Yes buying an RV can be like buying a car or worse, it all depends on the dealer and how you approach it. When I started shopping I had done my home work as best I could so when I asked for their best price I told them don't even bother to quote the MSRP since I would walk away if they did. I wasn't rude but I don't want to play games if I can avoid it. The search function on this site and rv.net will allow you get some idea of what people have paid in the past. Spring and Fall are very busy buying times, so just on this site alone we've probably seen half dozen price questions in the past couple of days. Most of us are more than willing to help out, but you'll miss out on a lot of other posts if you don't search.

One of the best places I recommend people check for Outback prices is Lakeshore RV they post the lowest prices I've found. You can beat the prices in person sometimes, but I've never found any place on the net that is consistently lower in their prices.

Before you can judge a fair price you need to consider a few things; Year of the trailer and how close to the next model year it is, how close to the winter down time it is, what options they are including and if they are quality (thinks like Weight Distribution Hitch, Brake Controller, etc.) and even your distance from the factory. So if you get price A and its in California with everything and price B and its from Illinois with nothing you can see several thousand dollars difference.

Do take your time, do a search and find 3-4 Outback dealers with a few hours drive, call them and get quotes. Then you can decide how good your deal is in your area.

When I look at your camper on Lakeshore's website they have it listed for $17,495.

Most of all don't hesitate to drop in and ask a question!

Happy Shopping & Camping!


----------



## jallen58 (Oct 27, 2003)

It all depends on how bad they want to sell. My first 28BHS that was stolen I paid 20,000 for. The second one a year later and a year newer was 17,000 for the exact same model. So push for the best price you can get. Don't forget about the wd hitch and sway control. For sway don't settle for any thing sort of Reese
Hp Dual cam.

Jim


----------



## Central Mass Outbackers (Jun 13, 2004)

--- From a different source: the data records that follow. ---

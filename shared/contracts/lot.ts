import { z } from 'zod';
import type { Contents } from '#shared/domain/metal/contents.ts';
import type { DocumentType } from '#shared/domain/metal/document-type.ts';
import { lotKinds, type AmendmentKind, type LotKind, type Parts } from '#shared/domain/metal/lot.ts';
import { instant, massG, massOrNoneG, optionalWords, words, type Abilities } from './common.ts';

const symbol = z.string().regex(/^[A-Z][a-z]?$/, 'Use element symbols, such as Ag.');

/** Parts of a lot, wt%; whether they come to a whole is judged with the lot's kind. */
export const lotCompositionWt = z
  .record(symbol, z.number().gt(0, 'Leave out what it does not hold.').max(100, 'Not above 100.'))
  .refine((wt) => Object.keys(wt).length > 0 && Object.keys(wt).length <= 12, 'Give one to twelve elements.');

/** How far each part may be off by the certificate, ± wt%. */
export const lotToleranceWt = z.record(
  symbol,
  z.number().min(0, 'Not below 0.').max(5, 'A tolerance of more than 5 % certifies nothing.'),
);

/** Another person's name to what one person must not do alone: their password at the desk, their PIN at a terminal. */
export const countersign = z.union(
  [
    z.object({
      login: words(60, 'Whose sign-in?'),
      password: z.string().min(1, 'Type the password.').max(200),
    }),
    z.object({ personId: z.uuid(), pin: z.string().regex(/^\d{4,12}$/, 'Type the PIN.') }),
  ],
  { error: 'A second person must sign: their name and password.' },
);
/** Another person's name to an act. */
export type Countersign = z.infer<typeof countersign>;

/** Takes a lot in; `key` is made once, so that sending it again takes nothing in twice. */
export const receiveLotRequest = z.object({
  key: z.uuid(),
  name: words(80, 'Name the lot.'),
  kind: z.enum(lotKinds, { error: 'Choose what kind of metal it is.' }),
  alloyRevisionId: z.uuid().nullable().default(null),
  compositionWt: lotCompositionWt,
  toleranceWt: lotToleranceWt,
  massG,
  supplier: optionalWords(120),
  supplierReference: optionalWords(120),
  place: optionalWords(80),
  receivedAt: instant,
  quarantineReason: optionalWords(500),
  /** The person has seen what is odd about it and stands by it. */
  confirmed: z.boolean().default(false),
});
/** Takes a lot in. */
export type ReceiveLotRequest = z.input<typeof receiveLotRequest>;

/** Amends a lot: a new assay, a quarantine, another place. What was written stays beside it. */
export const amendLotRequest = z.discriminatedUnion('kind', [
  z.object({
    kind: z.literal('assay'),
    compositionWt: lotCompositionWt,
    toleranceWt: lotToleranceWt,
    reason: words(500, 'Say whose assay it is, and its number.'),
  }),
  z.object({ kind: z.literal('quarantined'), reason: words(500, 'Say why it must not be used.') }),
  z.object({
    kind: z.literal('moved'),
    place: words(80, 'Say where it lies now.'),
    reason: optionalWords(500),
  }),
]);
/** Amends a lot. */
export type AmendLotRequest = z.input<typeof amendLotRequest>;

/** Lets a lot out of quarantine. */
export const releaseLotRequest = z.object({ reason: words(500, 'Say why it may be used.') });

/** Counts a lot on the balance; a difference wants an explanation and a second person. */
export const countLotRequest = z.object({
  key: z.uuid(),
  countedG: massOrNoneG,
  explanation: optionalWords(500),
  countersign: countersign.nullable().default(null),
});
/** Counts a lot. */
export type CountLotRequest = z.input<typeof countLotRequest>;

/** Sends metal of a lot away to be refined. */
export const dispatchLotRequest = z.object({
  key: z.uuid(),
  massG,
  reason: words(500, 'Say where it goes.'),
});

const flag = z.enum(['yes', 'no']).optional();

/** Which lots to list; by the oldest first. */
export const listLotsQuery = z.object({
  kind: z.enum(lotKinds).optional(),
  onHand: flag,
  quarantined: flag,
  alloyRevisionId: z.uuid().optional(),
  search: z.string().trim().max(80).optional(),
});

/** The code on a lot's label, scanned or typed. */
export const findLotQuery = z.object({ code: z.string().max(500, 'That is far longer than a lot code.') });

/** The type and name of a document that is sent as the body. */
export const addDocumentQuery = z.object({ name: words(120, 'Name the document.') });

/** A lot of metal. */
export interface Lot {
  readonly id: string;
  readonly code: string;
  readonly name: string;
  readonly kind: LotKind;
  readonly alloy: { readonly id: string; readonly name: string; readonly revisionId: string } | null;
  /** The melt whose button it is. */
  readonly melt: { readonly id: string; readonly code: string } | null;
  readonly compositionWt: Parts;
  readonly toleranceWt: Parts;
  readonly supplier: string;
  readonly supplierReference: string;
  readonly place: string;
  readonly quarantineReason: string | null;
  readonly receivedG: number;
  readonly balanceG: number;
  readonly contentsMg: Contents;
  readonly receivedAt: string;
  readonly receivedBy: string;
  readonly abilities: Abilities<'amend' | 'release' | 'count' | 'dispatch'>;
}

/** A certificate or photograph of a lot. */
export interface LotDocument {
  readonly id: string;
  readonly name: string;
  readonly mediaType: DocumentType;
  readonly bytes: number;
  readonly sha256: string;
  readonly person: string;
  readonly at: string;
}

/** What was found out or decided about a lot later. */
export interface LotAmendment {
  readonly kind: AmendmentKind;
  readonly compositionWt: Parts | null;
  readonly toleranceWt: Parts | null;
  readonly place: string | null;
  readonly reason: string;
  readonly person: string;
  readonly at: string;
}

/** One lot with its papers, its amendments and where its metal went. */
export interface LotDetail extends Lot {
  readonly documents: readonly LotDocument[];
  readonly amendments: readonly LotAmendment[];
  /** The melts its metal went into, oldest first. */
  readonly melts: readonly { readonly id: string; readonly code: string; readonly massG: number }[];
  /** Lots made of the buttons of those melts. */
  readonly becameLots: readonly { readonly id: string; readonly code: string; readonly name: string }[];
}
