import { z } from 'zod';
import { faultOfMass } from '#shared/lib/plausible-mass.ts';

/** Path parameter naming one record. */
export const idParams = z.object({ id: z.uuid('That is not a record of ours.') });

/** A short line of words: trimmed, never empty, at most `max` characters. */
export const words = (max: number, empty: string) =>
  z.string({ error: empty }).trim().min(1, empty).max(max, `Keep it under ${max} characters.`);

/** Words that may be left out; trimmed, at most `max` characters. */
export const optionalWords = (max: number) =>
  z.string().trim().max(max, `Keep it under ${max} characters.`).default('');

const plausibleMass = (options: { readonly mayBeNone: boolean }) =>
  z.number({ error: 'Type a mass in numbers.' }).superRefine((grams, context) => {
    const message = faultOfMass(grams, options);
    if (message !== null) context.addIssue({ code: 'custom', message });
  });

/** A mass in grams that a studio could weigh: above zero, at most 100 kg. */
export const massG = plausibleMass({ mayBeNone: false });

/** A mass in grams that may be nothing. */
export const massOrNoneG = plausibleMass({ mayBeNone: true });

/** A temperature in °C within what a workshop can meet. */
export const temperatureC = z
  .number({ error: 'Type a temperature in numbers.' })
  .min(-10, 'That is colder than any workshop.')
  .max(2000, 'That is hotter than any furnace here.');

/** A clock that has lost its time begins in 1970; no record is older than this. */
const earliestMs = Date.UTC(2000, 0, 1);

/** An ISO 8601 instant with its offset, from the year 2000 on. */
export const instant = z.iso
  .datetime({ offset: true, error: 'That is not a moment in time.' })
  .refine((text) => Date.parse(text) >= earliestMs, 'That is before there were records: set the clock.');

/** What the signed-in person may do with a record, sent beside it. */
export type Abilities<Key extends string> = Readonly<Record<Key, boolean>>;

Actually, I think buying an RV is a lot harder than buying a car. With an auto, there's lots of information available about dealer cost through consumer reports, edmunds, kelly blue book, etc... With a new RV, it's a lot harder to pin down a fair price, and a lot of dealers just quote you MSRP.

As Y-Guy mentioned, finding a price at a dealer through the web is a good place to start. Many dealers who list there realize that buyers on the web are very price conscious, and will travel the distance only if the deal is very good. In our case, when shopping for our 21rs last winter, we had looked a lot and had been quoted prices in the $16K-$17K range from the dealers in our area (New England). My husband was surfing the net one day and found a new 2004 21rs listed on e-bay for $14,250 (the "Buy it Now" price). We were reluctant to bid on something sight unseen, and we had a trade to consider too, so I e-mailed the seller (a dealer on Long Island) to ask a question about a trade. When he responded, I then had his e-mail address. I didn't bid in the auction, and neither did anyone else, so after it lapsed, I e-mailed him again. I told him that if I could go to NY and see the unit and talk about a trade, I'd be happy to buy from him at the e-bay price. He agreed, and we made the trip to NY (about 4 hours from home). He agreed to give us wholesale on our old camper (available at the NADA website). I did call my local dealers, and while some of them came down a little in price, none of them would match the deal (I think the closest was still $1K higher). Although they had already sold the trailer from the auction- at a much higher price to someone local ($17K- he showed me the P&S), he agreed to order another one for us at the e-bay price, knowing that the only reason we would buy from him was if the price was good. After all, we were from out of the area, so he wasn't cannabalizing any of his local sales customers. It took 10 weeks for the new trailer to arrive, but that was OK (it arrived late in May), because it turned out to be a 2005 model!

Overall, we would have preferred to buy from a local dealer, but being price conscious, we were willing to drive a little to save some dough.


----------



## Travelers Rest (Feb 27, 2004)

Yes...the "game" is the same...offer...counter offer and so forth. Y-Guys advice on Bonners Lakeshore RV is dead on the mark. I live two hours north of you and I bought mine from Lakeshore and had it delivered. They were able to obliterate local pricing even with taxes, WD hitch and brake controller included. At the very minimum you should give Adam (@ Lakeshore) a call (231) 788-2040 and get a baseline for what you COULD do if you local folks are not willing to negotiate price.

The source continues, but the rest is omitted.